**TASK ITEM**:
Only one stretch of the data below is wanted: the lines from the one with "onGrid = false" through the one with "byLabel := make([]int32, len(gc.LabelNames()))", repeated exactly.

━━ DATA SHOWN

// groupsSection builds the Groups section from the group column (long) or
// the side-by-side columns (wide) of cv; nil when the request has neither.
func groupsSection(rep *Report, w words, cv *colView, opts Options) *Groups {
	if cv.group == nil && len(cv.wide) == 0 {
		return nil
	}
	g := &Groups{Alpha: math.Round((1-opts.Confidence)*1e12) / 1e12, Levels: []GroupLevel{}}
	excl := cv.excludedByUser
	used := func(c *grpSrc, i int) bool {
		x := c.vals[i]
		return x == x && !math.IsInf(x, 0) && (excl == nil || !excl[c.rows[i]])
	}
	var ws []*grpWork
	if cv.group != nil {
		g.Shape, g.Column = "long", cv.group.Name
		src := &grpSrc{name: cv.name, vals: cv.vals, dec: cv.dec, rows: cv.rows, text: cv.text}
		var gid []int32
		ws, gid = groupLong(src, cv.group, used)
		for i := range cv.inOrder() {
			if k := gid[i]; k > 0 {
				ws[k-1].time = append(ws[k-1].time, int32(i))
			}
		}
	} else {
		g.Shape = "wide"
		for _, c := range cv.wide {
			g.Columns = append(g.Columns, c.Name)
			src := &grpSrc{name: c.Name, vals: c.Values, dec: c.Dec, rows: c.Rows, text: c.Text}
			gw := &grpWork{name: c.Name, title: c.Name, src: src}
			for i := range c.Values {
				if used(src, i) {
					gw.cells = append(gw.cells, int32(i))
				}
			}
			for i := range cv.inOrder() {
				if i < len(c.Values) && used(src, i) {
					gw.time = append(gw.time, int32(i))
				}
			}
			ws = append(ws, gw)
		}
	}
	if len(ws) > method.MaxGroups {
		// pickColumns refuses these; a guard for other callers
		rep.Notes = append(rep.Notes, Note{Field: "groups", Text: w.grpTooMany(len(ws), method.MaxGroups)})
		return nil
	}

	// The section's decimal grid: the largest decimal count of all groups,
	// when every reading is a plain decimal (as the column's, core.go).
	total, maxD, onGrid := 0, 0, true
	for _, gw := range ws {
		total += len(gw.cells)
		for _, i := range gw.cells {
			d := int(gw.src.dec[i])
			if d < 0 {
				onGrid = false
				break
			}
			maxD = max(maxD, d)
			if onGrid {
				_, onGrid = decimal.Mantissa(gw.src.vals[i], d)
			}
		}
	}
	var grid decimal.Grid
	if onGrid {
		grid, _ = decimal.NewGrid(maxD)
	}
	// each group's sample, sorted and with its moments, as the column's
	fbuf := make([]float64, total) // one array for all groups
	exact := grid.Valid()
	for _, gw := range ws {
		xs := fbuf[:len(gw.cells):len(gw.cells)]
		fbuf = fbuf[len(gw.cells):]
		for k, i := range gw.cells {
			xs[k] = gw.src.vals[i]
		}
		gw.s, gw.ps = prepareSample(xs, grid, opts.Quantile)
		exact = exact && (gw.s.exact || gw.s.n == 0)
	}
	if exact {
		mbuf := make([]int64, total)
		for _, gw := range ws {
			gw.mant, mbuf = mbuf[:gw.s.n:gw.s.n], mbuf[gw.s.n:]
			for k, x := range gw.s.sorted {
				gw.mant[k] = grid.M(x)
			}
		}
	} else {
		rep.Notes = append(rep.Notes, Note{Field: "groups.exact", Text: w.grpNotExact()})
	}
	g.Exact = exact

	// each group on its own
	for _, gw := range ws {
		gw.lvl = groupLevel(rep, w, gw, cv, opts)
	}
	// screening: groups of 1 or 2 readings are listed, not tested
	sizes := make([]int, len(ws))
	for i, gw := range ws {
		sizes[i] = gw.s.n
	}
	keep, skipped := method.ScreenGroups(sizes)
	for _, s := range skipped {
		ws[s.Group].lvl.LeftOut = w.grpLeftOut(s.N, method.MinGroupReadings)
	}
	for _, i := range keep {
		ws[i].lvl.InTests = true
	}
	tested := make([]*grpWork, 0, len(keep))
	for _, i := range keep {
		tested = append(tested, ws[i])
	}
	groupTests(g, w, tested, grid, opts, rep)
	for _, gw := range ws {
		g.Levels = append(g.Levels, gw.lvl)
	}
	g.Statement = grpStatement(g, w, tested, rep, len(skipped))
	return g
}

// groupLong splits the value column by the group column's labels (text)
// or values (numbers), in order of first appearance. gid is each cell's
// group + 1 (0: not used).
func groupLong(src *grpSrc, gc *ingest.Column, used func(*grpSrc, int) bool) (ws []*grpWork, gid []int32) {
	byLabel := make([]int32, len(gc.LabelNames())) // label -> group + 1
	byValue := map[float64]int32{}
	// pass 1: each cell's group, and the groups' sizes
	gid = make([]int32, len(src.vals))
	var sizes []int
	for i := range src.vals {
		if !used(src, i) || partnerMissing(gc, i) {
			continue
		}
		var k int32
		if gc.Kind == "text" {
			if lb := gc.Label(i); lb < len(byLabel) {
				k = byLabel[lb]
			}
		} else {
			k = byValue[gc.Values[i]]
		}
		if k == 0 {
			if len(ws) >= method.MaxGroups+1 {
				continue // refused by pickColumns; never grow without bound
			}
			name := strings.TrimSpace(gc.Text(i))
			ws = append(ws, &grpWork{name: name, title: grpTitle(gc.Name, name), src: src})
			sizes = append(sizes, 0)
			k = int32(len(ws))
			if lb := gc.Label(i); gc.Kind == "text" && lb < len(byLabel) {
				byLabel[lb] = k
			} else {
				byValue[gc.Values[i]] = k
			}
		}
		gid[i] = k
		sizes[k-1]++
	}
	// pass 2: the cells of every group, carved out of one array
	total := 0
	for _, n := range sizes {
		total += n
	}
	buf := make([]int32, total)
	off := 0
	for k, gw := range ws {
		gw.cells = buf[off : off : off+sizes[k]]
		off += sizes[k]
	}
	for i, k := range gid {
		if k > 0 {
			gw := ws[k-1]
			gw.cells = append(gw.cells, int32(i))
		}
	}
	return ws, gid
}

// groupLevel computes one group's own figures with the column's builders:
// the centre and spread sections (buildCentre, buildSpread) of the group
// alone, Tukey's fences and the box (boxElements, exact on the decimals as
// typed), the skewness and the verdict's rules (verdict), and the spec
// figures. Notes of the column's builders about a group are not repeated.
func groupLevel(rep *Report, w words, gw *grpWork, cv *colView, opts Options) GroupLevel {
	s := gw.s
	n := s.n
	l := GroupLevel{Name: gw.name, Title: gw.title, N: n, Suspects: []Suspect{}, Points: []GroupPoint{}}
	if n == 0 {
		return l
	}
	l.Min, l.Max = s.sorted[0], s.sorted[n-1]
	own := &Report{} // the group's own report: the builders write their notes here
	c := buildCentre(own, w, s, opts, 1, nil)
	sp := buildSpread(own, w, s, opts)
	l.Mean, l.MeanCI, l.Median, l.MedianCI = c.Mean, c.MeanCI, c.Median, c.MedianCI
	l.SD, l.SDCI, l.IQR = sp.SD, sp.SDCI, sp.IQR
	l.Box = boxElements(s)
	inner, outer := fenceCounts(s)
	l.SuspectCount = inner
	grpSuspects(w, gw, &l)
	grpPoints(gw, &l)

	// the single-column verdict's rules on this group
	distinct, maxRun := runs(s.sorted)
	own.Spread, own.Quantile = sp, &Quantiles{Min: l.Min}
	if n >= 3 && !s.constant {
		sk, _, _ := skewness(w, s.sorted, s.mo.mean, s.mo.sd, gw.ps)
		own.Shape = &Shape{Skewness: sk}
	}
	verdict(own, w, Options{}, n, s.constant, maxRun, distinct, 0, inner, outer, restSkewOf(s))
	l.Quote, l.QuoteReasons = own.Verdict.Quote, own.Verdict.Reasons

	if opts.LSL != nil || opts.USL != nil {
		l.Spec = grpSpec(rep, w, gw, cv, opts)
	}
	return l
}

// grpSuspects lists the group's readings beyond its inner fences (Tukey
// 1977; exact on the decimals as typed, as the column's) by row, with the
// column's flag texts; the rows holding them are found by one scan of the
// group's cells.
func grpSuspects(w words, gw *grpWork, l *GroupLevel) {
	s := gw.s
	n := s.n
	inLo, inHi := s.fences(s.q1, s.q3, 3, 2)
	outLo, outHi := s.fences(s.q1, s.q3, 3, 1)
	loIn, hiIn := s.countBelow(inLo), n-s.countAbove(inHi)
	loOut, hiOut := s.countBelow(outLo), n-s.countAbove(outHi)
	if loIn == 0 && hiIn == n {
		return
	}
	sorted := s.sorted
	loCut, hiCut := math.Inf(-1), math.Inf(1) // values <= loCut or >= hiCut are flagged
	if loIn > 0 {
		loCut = sorted[loIn-1]
	}
	if hiIn < n {
		hiCut = sorted[hiIn]
	}
	loFar, hiFar := math.Inf(-1), math.Inf(1)
	if loOut > 0 {
		loFar = sorted[loOut-1]
	}
	if hiOut < n {
		hiFar = sorted[hiOut]
	}
	q1, q3 := s.q1.f, s.q3.f
	iqr := s.sub(s.q3, s.q1).f
	b := l.Box
	for _, i := range gw.cells {
		x := gw.src.vals[i]
		if x > loCut && x < hiCut {
			continue
		}
		if len(l.Suspects) >= maxGroupSuspects {
			break
		}
		outer := x <= loFar || x >= hiFar
		code := "tukey-inner"
		if outer {
			code = "tukey-outer"
		}
		var f Flag
		switch below := x <= loCut; {
		case iqr == 0:
			f = Flag{Rule: code, Text: w.tukeyFlag(below, -1, outer)}
		case below:
			f = Flag{Rule: code, Text: w.tukeyFlag(true, (q1-x)/iqr, outer)}
		default:
			f = Flag{Rule: code, Text: w.tukeyFlag(false, (x-q3)/iqr, outer)}
		}
		// score: distance beyond the fence crossed
		switch {
		case x <= loCut && outer:
			f.Score = b.OuterLo - x
		case x <= loCut:
			f.Score = b.InnerLo - x
		case outer:
			f.Score = x - b.OuterHi
		default:
			f.Score = x - b.InnerHi
		}
		l.Suspects = append(l.Suspects, Suspect{
			Reading: Reading{Row: int(gw.src.rows[i]), Column: gw.src.name, Text: gw.src.text(int(i)), Value: x},
			Flags:   []Flag{f},
		})
	}
}

// grpPoints fills the dot plot's readings: all of them up to
// maxGroupPoints, else every k-th in data order plus the suspects.
func grpPoints(gw *grpWork, l *GroupLevel) {
	n := len(gw.cells)
	step := 1
	if n > maxGroupPoints {
		step = (n + maxGroupPoints - 1) / maxGroupPoints
		l.Thinned = true
	}
	for k := 0; k < n; k += step {
		i := gw.cells[k]
		l.Points = append(l.Points, GroupPoint{Row: int(gw.src.rows[i]), Y: gw.src.vals[i]})
	}
	if l.Thinned {
		for _, s := range l.Suspects {
			l.Points = append(l.Points, GroupPoint{Row: s.Row, Y: s.Value})
		}
	}
}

━━━━

**OUTPUT OF THE TASK**:
				onGrid = false
				break
			}
			maxD = max(maxD, d)
			if onGrid {
				_, onGrid = decimal.Mantissa(gw.src.vals[i], d)
			}
		}
	}
	var grid decimal.Grid
	if onGrid {
		grid, _ = decimal.NewGrid(maxD)
	}
	// each group's sample, sorted and with its moments, as the column's
	fbuf := make([]float64, total) // one array for all groups
	exact := grid.Valid()
	for _, gw := range ws {
		xs := fbuf[:len(gw.cells):len(gw.cells)]
		fbuf = fbuf[len(gw.cells):]
		for k, i := range gw.cells {
			xs[k] = gw.src.vals[i]
		}
		gw.s, gw.ps = prepareSample(xs, grid, opts.Quantile)
		exact = exact && (gw.s.exact || gw.s.n == 0)
	}
	if exact {
		mbuf := make([]int64, total)
		for _, gw := range ws {
			gw.mant, mbuf = mbuf[:gw.s.n:gw.s.n], mbuf[gw.s.n:]
			for k, x := range gw.s.sorted {
				gw.mant[k] = grid.M(x)
			}
		}
	} else {
		rep.Notes = append(rep.Notes, Note{Field: "groups.exact", Text: w.grpNotExact()})
	}
	g.Exact = exact

	// each group on its own
	for _, gw := range ws {
		gw.lvl = groupLevel(rep, w, gw, cv, opts)
	}
	// screening: groups of 1 or 2 readings are listed, not tested
	sizes := make([]int, len(ws))
	for i, gw := range ws {
		sizes[i] = gw.s.n
	}
	keep, skipped := method.ScreenGroups(sizes)
	for _, s := range skipped {
		ws[s.Group].lvl.LeftOut = w.grpLeftOut(s.N, method.MinGroupReadings)
	}
	for _, i := range keep {
		ws[i].lvl.InTests = true
	}
	tested := make([]*grpWork, 0, len(keep))
	for _, i := range keep {
		tested = append(tested, ws[i])
	}
	groupTests(g, w, tested, grid, opts, rep)
	for _, gw := range ws {
		g.Levels = append(g.Levels, gw.lvl)
	}
	g.Statement = grpStatement(g, w, tested, rep, len(skipped))
	return g
}

// groupLong splits the value column by the group column's labels (text)
// or values (numbers), in order of first appearance. gid is each cell's
// group + 1 (0: not used).
func groupLong(src *grpSrc, gc *ingest.Column, used func(*grpSrc, int) bool) (ws []*grpWork, gid []int32) {
	byLabel := make([]int32, len(gc.LabelNames())) // label -> group + 1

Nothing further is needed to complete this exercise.